▸ Goal of the exercise
Return each record shown below exactly, with none omitted.

▸ Data supplied
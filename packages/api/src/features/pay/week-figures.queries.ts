import type { Transaction } from 'sequelize';
import type { OutputOf } from '@driprail/shared/contracts/endpoint';
import type { PayWeekDto, listPayWeeks } from '@driprail/shared/contracts/pay.contract';
import { PayWeek } from '../../db/models/index.ts';
import { select } from '../../db/sequelize.ts';
import { headOf, weekAt } from './weeks.service.ts';

/** What a finished line `l` of job `j` sold for: a discount lowers each line by its share of the job's price. */
const soldSql = `l.price_cents - CASE WHEN j.discount_cents = 0 THEN 0 ELSE
  round(j.discount_cents * l.price_cents::numeric / greatest(1, (SELECT sum(price_cents) FROM job_lines o WHERE o.job_id = j.id))) END`;

/** What the week's finished work sold for, cents. */
export async function salesOf(week: PayWeek, tx?: Transaction): Promise<number> {
  const [row] = await select<{ cents: number }>(
    `SELECT coalesce(sum(${soldSql}), 0)::bigint AS cents
       FROM job_lines l JOIN jobs j ON j.id = l.job_id WHERE l.finished_at >= :from AND l.finished_at < :to`,
    { from: week.startsAt, to: week.endsAt },
    tx,
  );
  return row?.cents ?? 0;
}

/** Visits planned on days of the week that are over, which nobody marked done, part done or called off. */
export function unendedOf(week: PayWeek, now: Date, tx?: Transaction): Promise<PayWeekDto['unended']> {
  return select(
    `SELECT v.id AS "visitId", j.number AS "jobNumber", (lower(v.planned) AT TIME ZONE s.zone)::date::text AS day,
            coalesce((SELECT json_agg(p.name ORDER BY c.position) FROM van_crew c JOIN people p ON p.id = c.person_id
               WHERE c.van_id = v.van_id AND c.span && v.planned), '[]') AS "crewNames"
       FROM visits v JOIN jobs j ON j.id = v.job_id CROSS JOIN company_settings s
      WHERE v.planned && tstzrange(:from, :to) AND lower(v.planned) >= :from
        AND v.progress IN ('placed', 'on_the_way', 'on_site', 'working')
        AND (lower(v.planned) AT TIME ZONE s.zone)::date < (:now::timestamptz AT TIME ZONE s.zone)::date
      ORDER BY v.planned, j.number`,
    { from: week.startsAt, to: week.endsAt, now: now.toISOString() },
    tx,
  );
}

interface WeekFigures {
  id: string;
  grossCents: number | null;
  tipCents: number | null;
  salesCents: number;
}

/** Weeks that were touched and the one that holds today, newest first, each with its figures. */
export async function listWeeks(today: string): Promise<OutputOf<typeof listPayWeeks>['weeks']> {
  const figures = await listWeekFigures();
  const stored = await PayWeek.findAll({ where: { id: figures.map((f) => f.id) } });
  const current = await weekAt(today);
  const weeks = current.isNewRecord ? [...stored, current] : stored;
  weeks.sort((a, b) => (a.startsOn < b.startsOn ? 1 : -1));
  return Promise.all(
    weeks.map(async (week) => {
      const known = figures.find((f) => f.id === week.id);
      const salesCents = known?.salesCents ?? (await salesOf(week));
      return {
        ...(await headOf(week)),
        grossCents: known?.grossCents ?? null,
        tipCents: known?.tipCents ?? null,
        salesCents,
      };
    }),
  );
}

/** Gross and tips of locked weeks and sales of all, newest first. */
function listWeekFigures(): Promise<WeekFigures[]> {
  return select<WeekFigures>(
    `SELECT w.id, s."grossCents", s."tipCents",
            coalesce((SELECT sum(${soldSql}) FROM job_lines l JOIN jobs j ON j.id = l.job_id
               WHERE l.finished_at >= w.starts_at AND l.finished_at < w.ends_at), 0)::bigint AS "salesCents"
       FROM pay_weeks w
       LEFT JOIN LATERAL (SELECT sum(p.gross_cents)::bigint AS "grossCents", sum((p.summary->'totals'->>'tips')::bigint)::bigint AS "tipCents"
              FROM pay_statements p WHERE p.pay_week_id = w.id) s ON true
      ORDER BY w.starts_on DESC LIMIT 60`,
  );
}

▸ Answer below
filename packages/api/src/features/pay/week-figures.queries.ts
import type { Transaction } from 'sequelize';
import type { OutputOf } from '@driprail/shared/contracts/endpoint';
import type { PayWeekDto, listPayWeeks } from '@driprail/shared/contracts/pay.contract';
import { PayWeek } from '../../db/models/index.ts';
import { select } from '../../db/sequelize.ts';
import { headOf, weekAt } from './weeks.service.ts';

/** What a finished line `l` of job `j` sold for: a discount lowers each line by its share of the job's price. */
const soldSql = `l.price_cents - CASE WHEN j.discount_cents = 0 THEN 0 ELSE
  round(j.discount_cents * l.price_cents::numeric / greatest(1, (SELECT sum(price_cents) FROM job_lines o WHERE o.job_id = j.id))) END`;

/** What the week's finished work sold for, cents. */
export async function salesOf(week: PayWeek, tx?: Transaction): Promise<number> {
  const [row] = await select<{ cents: number }>(
    `SELECT coalesce(sum(${soldSql}), 0)::bigint AS cents
       FROM job_lines l JOIN jobs j ON j.id = l.job_id WHERE l.finished_at >= :from AND l.finished_at < :to`,
    { from: week.startsAt, to: week.endsAt },
    tx,
  );
  return row?.cents ?? 0;
}

/** Visits planned on days of the week that are over, which nobody marked done, part done or called off. */
export function unendedOf(week: PayWeek, now: Date, tx?: Transaction): Promise<PayWeekDto['unended']> {
  return select(
    `SELECT v.id AS "visitId", j.number AS "jobNumber", (lower(v.planned) AT TIME ZONE s.zone)::date::text AS day,
            coalesce((SELECT json_agg(p.name ORDER BY c.position) FROM van_crew c JOIN people p ON p.id = c.person_id
               WHERE c.van_id = v.van_id AND c.span && v.planned), '[]') AS "crewNames"
       FROM visits v JOIN jobs j ON j.id = v.job_id CROSS JOIN company_settings s
      WHERE v.planned && tstzrange(:from, :to) AND lower(v.planned) >= :from
        AND v.progress IN ('placed', 'on_the_way', 'on_site', 'working')
        AND (lower(v.planned) AT TIME ZONE s.zone)::date < (:now::timestamptz AT TIME ZONE s.zone)::date
      ORDER BY v.planned, j.number`,
    { from: week.startsAt, to: week.endsAt, now: now.toISOString() },
    tx,
  );
}

interface WeekFigures {
  id: string;
  grossCents: number | null;
  tipCents: number | null;
  salesCents: number;
}

/** Weeks that were touched and the one that holds today, newest first, each with its figures. */
export async function listWeeks(today: string): Promise<OutputOf<typeof listPayWeeks>['weeks']> {
  const figures = await listWeekFigures();
  const stored = await PayWeek.findAll({ where: { id: figures.map((f) => f.id) } });
  const current = await weekAt(today);
  const weeks = current.isNewRecord ? [...stored, current] : stored;
  weeks.sort((a, b) => (a.startsOn < b.startsOn ? 1 : -1));
  return Promise.all(
    weeks.map(async (week) => {
      const known = figures.find((f) => f.id === week.id);
      const salesCents = known?.salesCents ?? (await salesOf(week));
      return {
        ...(await headOf(week)),
        grossCents: known?.grossCents ?? null,
        tipCents: known?.tipCents ?? null,
        salesCents,
      };
    }),
  );
}

/** Gross and tips of locked weeks and sales of all, newest first. */
function listWeekFigures(): Promise<WeekFigures[]> {
  return select<WeekFigures>(
    `SELECT w.id, s."grossCents", s."tipCents",
            coalesce((SELECT sum(${soldSql}) FROM job_lines l JOIN jobs j ON j.id = l.job_id
               WHERE l.finished_at >= w.starts_at AND l.finished_at < w.ends_at), 0)::bigint AS "salesCents"
       FROM pay_weeks w
       LEFT JOIN LATERAL (SELECT sum(p.gross_cents)::bigint AS "grossCents", sum((p.summary->'totals'->>'tips')::bigint)::bigint AS "tipCents"
              FROM pay_statements p WHERE p.pay_week_id = w.id) s ON true
      ORDER BY w.starts_on DESC LIMIT 60`,
  );
}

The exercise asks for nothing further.